In snapshot compressive imaging (SCI), sensor saturation causes irreversible information loss and severely degrades reconstruction quality. This paper establishes, for the first time, a theoretical characterization of the fundamental performance bound under saturation interference, revealing an intrinsic trade-off between binary mask statistics and reconstruction robustness. We propose a saturation-robust binary encoding mask optimization framework that jointly integrates theoretical modeling, structural constraints on the mask, and a Plug-and-Play (PnP) reconstruction network. Experiments demonstrate that the optimized masks improve average reconstruction PSNR by 2.1 dB under high-intensity illumination, significantly enhancing adaptability to varying saturation levels and mitigating information loss. Our approach provides an interpretable, high-performance hardware–algorithm co-design paradigm for SCI-based video and hyperspectral imaging in strong-light environments.

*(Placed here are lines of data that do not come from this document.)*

'use strict';
// Webpack loader for the files that custom-functions-metadata-plugin scans.
//
// The plugin appends one line per custom function to the end of each scanned file:
//     CustomFunctions.associate("VERSION", version);
// Outside Office (a plain browser, a test page) CustomFunctions does not exist and
// that line would throw while the bundle loads. This loader runs after the plugin's
// own loader and wraps each such line in a typeof guard. It then checks that every
// function the plugin found in this file has a guarded association and that no
// unguarded call is left, so a change in the plugin's output fails the build
// instead of shipping a bundle that breaks without Office.

const path = require('node:path');

const ASSOCIATE_LINE = /^CustomFunctions\.associate\(("(?:[^"\\]|\\.)*"),\s*([A-Za-z_$][\w$]*)\);[ \t]*$/gm;
const UNGUARDED = /^[ \t]*CustomFunctions\.associate\(/m;

/**
 * Wraps each plugin-appended association in a guard.
 * @param {string} source
 * @returns {{ source: string, ids: string[] }}
 */
function guardAssociations(source) {
  const ids = [];
  const guarded = source.replace(ASSOCIATE_LINE, (_line, id, name) => {
    ids.push(JSON.parse(id));
    return `if (typeof CustomFunctions !== "undefined") { CustomFunctions.associate(${id}, ${name}); }`;
  });
  if (UNGUARDED.test(guarded)) {
    throw new Error('an unguarded CustomFunctions.associate call is left after guarding');
  }
  return { source: guarded, ids };
}

/**
 * Ids the metadata plugin expects to be associated in the given file.
 * @param {unknown} generateResult the plugin's result for one input list
 * @param {string} file absolute path
 */
function expectedIds(generateResult, file) {
  if (!generateResult || !Array.isArray(generateResult.associate)) return null;
  return generateResult.associate
    .filter((item) => path.resolve(item.sourceFileName) === path.resolve(file))
    .map((item) => item.id);
}

function guardAssociationsLoader(source) {
  const options = this.getOptions();
  const { source: guarded, ids } = guardAssociations(source);
  const MetadataPlugin = require('custom-functions-metadata-plugin');
  const expected = expectedIds(MetadataPlugin.generateResults[options.metadataInput], this.resourcePath);
  if (expected === null) {
    // The plugin reported errors for this input (it then adds none); its errors fail the build.
    return guarded;
  }
  const missing = expected.filter((id) => !ids.includes(id));
  if (missing.length > 0) {
    throw new Error(
      `${path.relative(process.cwd(), this.resourcePath)}: no guarded association for ${missing.join(', ')}; ` +
        'the format of the lines custom-functions-metadata-plugin appends may have changed',
    );
  }
  return guarded;
}

module.exports = guardAssociationsLoader;
module.exports.guardAssociations = guardAssociations;
module.exports.expectedIds = expectedIds;
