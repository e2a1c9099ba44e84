import { Matrix, solve } from 'ml-matrix';
import { describe, expect, it } from 'vitest';
import { MooringInputError } from '../../addin/errors';
import { SeededRandom, autoregressive1, randomWalk } from '../../addin/random';
import { glsCriticalValues } from '../../addin/tables/gls-unitroot-table';
import { dfglsTest } from '../../addin/unitroot/dfgls';
import { glsDetrend } from '../../addin/unitroot/gls-detrend';
import { chooseGlsLags } from '../../addin/unitroot/gls-lag-search';
import { ngPerronTest } from '../../addin/unitroot/ng-perron';

/**
 * The tests on GLS-detrended data recomputed in the test from the papers' formulas with
 * ml-matrix's normal-equation solve (an independent path from the engine's QR and Cholesky):
 * ERS (1996) sec. 3 for the detrending, Ng & Perron (2001) eqs. 7 and 9 and sec. 2 for s2_AR,
 * the modified AIC and the M statistics.
 */
function ols(y: number[], X: number[][]): { b: number[]; ssr: number; se: number[] } {
  const A = new Matrix(X);
  const XtX = A.transpose().mmul(A);
  const b = solve(XtX, A.transpose().mmul(Matrix.columnVector(y))).to1DArray();
  const e = y.map((v, i) => v - X[i].reduce((s, x, j) => s + x * b[j], 0));
  const ssr = e.reduce((s, v) => s + v * v, 0);
  const inv = solve(XtX, Matrix.eye(X[0].length));
  const s2 = ssr / (y.length - X[0].length);
  return { b, ssr, se: b.map((_, j) => Math.sqrt(s2 * inv.get(j, j))) };
}

function detrendByHand(y: number[], trend: boolean): number[] {
  const T = y.length;
  const a = 1 + (trend ? -13.5 : -7) / T;
  const z = (t: number) => (trend ? [1, t + 1] : [1]);
  const ya = y.map((v, t) => (t === 0 ? v : v - a * y[t - 1]));
  const za = y.map((_, t) => (t === 0 ? z(0) : z(t).map((v, j) => v - a * z(t - 1)[j])));
  const { b } = ols(ya, za);
  return y.map((v, t) => v - z(t).reduce((s, x, j) => s + x * b[j], 0));
}

/** Rows of the regression of the change on the lagged level and k lagged changes, from row `first`. */
function design(d: number[], k: number, first: number): { y: number[]; X: number[][] } {
  const y: number[] = [];
  const X: number[][] = [];
  for (let t = first; t < d.length; t++) {
    y.push(d[t] - d[t - 1]);
    X.push([d[t - 1], ...Array.from({ length: k }, (_, i) => d[t - 1 - i] - d[t - 2 - i])]);
  }
  return { y, X };
}

const walk = Array.from(randomWalk(new SeededRandom(7101), 300, { start: 50 }));

describe('GLS detrending (ERS 1996, sec. 3)', () => {
  for (const trend of [false, true]) {
    it(`${trend ? 'constant and trend' : 'constant'}: equals the quasi-differenced least squares solved by ml-matrix, to 1e-9 relative`, () => {
      const ours = glsDetrend(walk, trend ? 'trend' : 'const');
      const scale = 2 ** -Math.floor(Math.log2(Math.max(...walk.map(Math.abs))));
      const theirs = detrendByHand(walk.map((v) => v * scale), trend);
      ours.values.forEach((v, i) => expect(Math.abs(v - theirs[i])).toBeLessThan(1e-9 * Math.max(1, Math.abs(theirs[i]))));
    });
  }
});

describe('DF-GLS and Ng-Perron statistics', () => {
  const lags = 3;
  for (const trend of [false, true]) {
    const det = trend ? 'trend' : 'const';
    const d = detrendByHand(walk, trend);
    const { y, X } = design(d, lags, lags + 1);
    const fit = ols(y, X);

    it(`${det}: DF-GLS tau is the OLS t-ratio of the lagged level with ${lags} lags and no deterministic terms (1e-8)`, () => {
      const result = dfglsTest(walk, { deterministic: det, lags });
      expect(result.statistic).toBeCloseTo(fit.b[0] / fit.se[0], 8);
      expect(result.nobs).toBe(walk.length - 1 - lags);
    });

    it(`${det}: MZa, MZt, MSB, MPT follow Ng & Perron (2001) with s2_AR = (SSR/n) / (1 - sum b)^2 (1e-8 relative)`, () => {
      const T = d.length;
      const s2 = fit.ssr / y.length / (1 - fit.b.slice(1).reduce((s, v) => s + v, 0)) ** 2;
      const kappa = d.slice(0, T - 1).reduce((s, v) => s + v * v, 0) / (T * T);
      const end = (d[T - 1] * d[T - 1]) / T;
      const c = trend ? -13.5 : -7;
      const MZa = (end - s2) / (2 * kappa);
      const MSB = Math.sqrt(kappa / s2);
      const MPT = trend ? (c * c * kappa + (1 - c) * end) / s2 : (c * c * kappa - c * end) / s2;
      const scaled = ngPerronTest(walk.map((v) => v * 2 ** -Math.floor(Math.log2(Math.max(...walk.map(Math.abs))))), { deterministic: det, lags });
      const s = scaled.statistics;
      // the statistics are free of units: the test's series is brought to unit scale as the engine's is
      const same = ngPerronTest(walk, { deterministic: det, lags }).statistics;
      for (const [name, want] of [['MZa', MZa], ['MZt', MZa * MSB], ['MSB', MSB], ['MPT', MPT]] as const) {
        expect(Math.abs(s[name].statistic - want) / Math.abs(want)).toBeLessThan(1e-8);
        expect(same[name].statistic).toBe(s[name].statistic);
      }
    });
  }

  it('the modified AIC chooses the lag that minimises ln s2_k + 2 (tau_k + k) / n on the common sample, recomputed by ml-matrix', () => {
    const rng = new SeededRandom(7102);
    for (let rep = 0; rep < 5; rep++) {
      // an MA(1) with a negative root, where the rule matters
      const e = rng.normals(251);
      let level = 0;
      const series = Array.from({ length: 250 }, (_, t) => (level += e[t + 1] - 0.6 * e[t]));
      const d = detrendByHand(series.map((v) => v * 2 ** -Math.floor(Math.log2(Math.max(...series.map(Math.abs))))), false);
      const kmax = 8;
      let best = 0;
      let bestValue = Infinity;
      for (let k = 0; k <= kmax; k++) {
        const { y, X } = design(d, k, kmax + 1);
        const { b, ssr } = ols(y, X);
        const n = y.length;
        const s2 = ssr / n;
        const tau = (b[0] * b[0] * X.reduce((s, row) => s + row[0] * row[0], 0)) / s2;
        const value = Math.log(s2) + (2 * (tau + k)) / n;
        if (value < bestValue) [best, bestValue] = [k, value];
      }
      const ours = chooseGlsLags(glsDetrend(series, 'const').values, kmax, 'maic');
      expect(ours.lags).toBe(best);
      expect(ours.criterion).toBeCloseTo(bestValue, 9);
    }
  });
});

describe('properties', () => {
  it('adding a level leaves DF-GLS (constant) unchanged; adding a level and a trend leaves DF-GLS and MZa (trend) unchanged (1e-7)', () => {
    const shifted = walk.map((v) => v + 1234.5);
    const tilted = walk.map((v, t) => v + 40 - 0.37 * t);
    expect(dfglsTest(shifted).statistic).toBeCloseTo(dfglsTest(walk).statistic, 7);
    expect(dfglsTest(tilted, { deterministic: 'trend' }).statistic).toBeCloseTo(dfglsTest(walk, { deterministic: 'trend' }).statistic, 7);
    expect(ngPerronTest(tilted, { deterministic: 'trend' }).statistic).toBeCloseTo(ngPerronTest(walk, { deterministic: 'trend' }).statistic, 7);
  });

  it('prices times 1e300 or 1e-300 give the same statistics and lags as the prices themselves', () => {
    for (const f of [1e300, 1e-300]) {
      const big = walk.map((v) => v * f);
      const a = dfglsTest(walk);
      const b = dfglsTest(big);
      expect(b.lags).toBe(a.lags);
      expect(b.statistic).toBeCloseTo(a.statistic, 8);
      expect(ngPerronTest(big).statistics.MPT.statistic).toBeCloseTo(ngPerronTest(walk).statistics.MPT.statistic, 8);
    }
  });

  it('with no lagged changes a strongly mean-reverting series is rejected by both (p < 0.01); a random walk is not rejected at 1%', () => {
    // (with a rule choosing the lags see gls-size-and-power.test.ts: the lags a rule adds can take power away)
    const stationary = autoregressive1(new SeededRandom(7103), 400, 0.5);
    expect(dfglsTest(stationary, { lags: 0 }).pValue!).toBeLessThan(0.01);
    expect(ngPerronTest(stationary, { lags: 0 }).pValue!).toBeLessThan(0.01);
    expect(dfglsTest(walk).pValue!).toBeGreaterThan(0.01);
  });

  it('results carry the lag rule, the GLS details and, for Ng-Perron, all four statistics with their critical values and Table 1\'s', () => {
    const r = ngPerronTest(walk, { deterministic: 'trend' });
    expect(r.lagRule).toBe('maic');
    expect(r.statistics.MPT.publishedCritical['5%']).toBe(5.48); // Ng & Perron (2001), Table 1, trend (from memory)
    expect(r.statistics.MPT.critical).toEqual(glsCriticalValues('MPT', 'trend', null));
    expect(r.details.map((d) => d.key)).toEqual(expect.arrayContaining(['MZt', 'MSB', 'MPT', 'MZtPValue', 'cbar']));
    const g = dfglsTest(walk, { lags: 'bic' });
    expect(g.lagRule).toBe('bic');
    expect(g.details.find((d) => d.key === 'cbar')?.value).toBe(-7);
  });
});

describe('bad input', () => {
  it('refuses none (GLS always removes a constant), too few rows, and a largest lag with a fixed lag', () => {
    expect(() => dfglsTest(walk, { deterministic: 'none' as never })).toThrow(MooringInputError);
    expect(() => dfglsTest(walk.slice(0, 3))).toThrow(/too few/);
    expect(() => ngPerronTest(walk, { lags: 2, maxLags: 4 })).toThrow(/largest lag applies only/);
    expect(() => dfglsTest(walk, { lags: 'hq' as never })).toThrow(/maic/);
  });
});
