import { describe, expect, it } from 'vitest';
import { adfTest } from '../../addin/unitroot/adf';
import { adfRegression } from '../../addin/unitroot/adf-regression';
import { phillipsPerronTest } from '../../addin/unitroot/phillips-perron';
import { kpssTest } from '../../addin/unitroot/kpss';
import { SeededRandom, randomWalk } from '../../addin/random';
import type { Deterministic } from '../../addin/result';

const rng = new SeededRandom(99);
const walk = randomWalk(rng, 300, { start: 50, sigma: 0.8 });

describe('invariances of the unit-root statistics', () => {
  for (const d of ['none', 'const', 'trend'] as Deterministic[]) {
    it(`ADF (${d}) is unchanged, lag choice included, when the series is scaled by 1,000 or by 0.001`, () => {
      const base = adfTest(walk, { deterministic: d });
      for (const scale of [1000, 0.001]) {
        const scaled = adfTest(walk.map((v) => v * scale), { deterministic: d });
        expect(scaled.lags).toBe(base.lags);
        expect(scaled.statistic).toBeCloseTo(base.statistic, 9);
      }
    });
  }
  for (const d of ['const', 'trend'] as Deterministic[]) {
    it(`ADF (${d}) is unchanged when the series is shifted by 10,000`, () => {
      const base = adfTest(walk, { deterministic: d });
      const shifted = adfTest(walk.map((v) => v + 10_000), { deterministic: d });
      expect(shifted.lags).toBe(base.lags);
      expect(shifted.statistic).toBeCloseTo(base.statistic, 8);
    });
  }
  it('KPSS is unchanged by scaling and shifting', () => {
    const base = kpssTest(walk);
    const moved = kpssTest(walk.map((v) => 3 * v - 7));
    expect(moved.bandwidth).toBe(base.bandwidth);
    expect(moved.statistic).toBeCloseTo(base.statistic, 10);
  });
});

describe('Phillips-Perron reduces to Dickey-Fuller without serial-correlation correction', () => {
  // With bandwidth 0 the long-run variance equals SSR/n, so Z-tau = tau * sqrt((SSR/n)/(SSR/n))
  // minus a zero correction (Phillips & Perron 1988): Z-tau is the lag-0 DF t-ratio and
  // Z-alpha = n * (rho - 1).
  for (const d of ['none', 'const', 'trend'] as Deterministic[]) {
    it(`bandwidth 0, ${d}: Z-tau = DF tau and Z-alpha = n (rho - 1)`, () => {
      const pp = phillipsPerronTest(walk, { deterministic: d, bandwidth: 0 });
      const df = adfRegression(walk, 0, d);
      expect(pp.statistic).toBeCloseTo(df.tau, 12);
      const zAlpha = pp.details.find((x) => x.key === 'zAlpha')?.value as number;
      expect(zAlpha).toBeCloseTo(df.nobs * df.gamma, 10);
    });
  }
  it('a positive correction for positively autocorrelated errors moves Z-tau away from tau', () => {
    const ar = new Float64Array(400);
    const r = new SeededRandom(5);
    let e = 0;
    for (let t = 1; t < 400; t++) {
      e = 0.6 * e + r.normal();
      ar[t] = ar[t - 1] + e; // unit root with AR(1) errors
    }
    const pp = phillipsPerronTest(ar, { bandwidth: 8 });
    const df = adfRegression(ar, 0, 'const');
    expect(Math.abs(pp.statistic - df.tau)).toBeGreaterThan(0.1);
  });
});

Snapshot Compressive Imaging (SCI) maps three-dimensional (3D) data cubes, such as videos or hyperspectral images, into two-dimensional (2D) measurements via optical modulation, enabling efficient data acquisition and reconstruction. Recent advances have shown the potential of mask optimization to enhance SCI performance, but most studies overlook nonlinear distortions caused by saturation in practical systems. Saturation occurs when high-intensity measurements exceed the sensor's dynamic range, leading to information loss that standard reconstruction algorithms cannot fully recover. This paper addresses the challenge of optimizing binary masks in SCI under saturation. We theoretically characterize the performance of compression-based SCI recovery in the presence of saturation and leverage these insights to optimize masks for such conditions. Our analysis reveals trade-offs between mask statistics and reconstruction quality in saturated systems. Experimental results using a Plug-and-Play (PnP) style network validate the theory, demonstrating improved recovery performance and robustness to saturation with our optimized binary masks.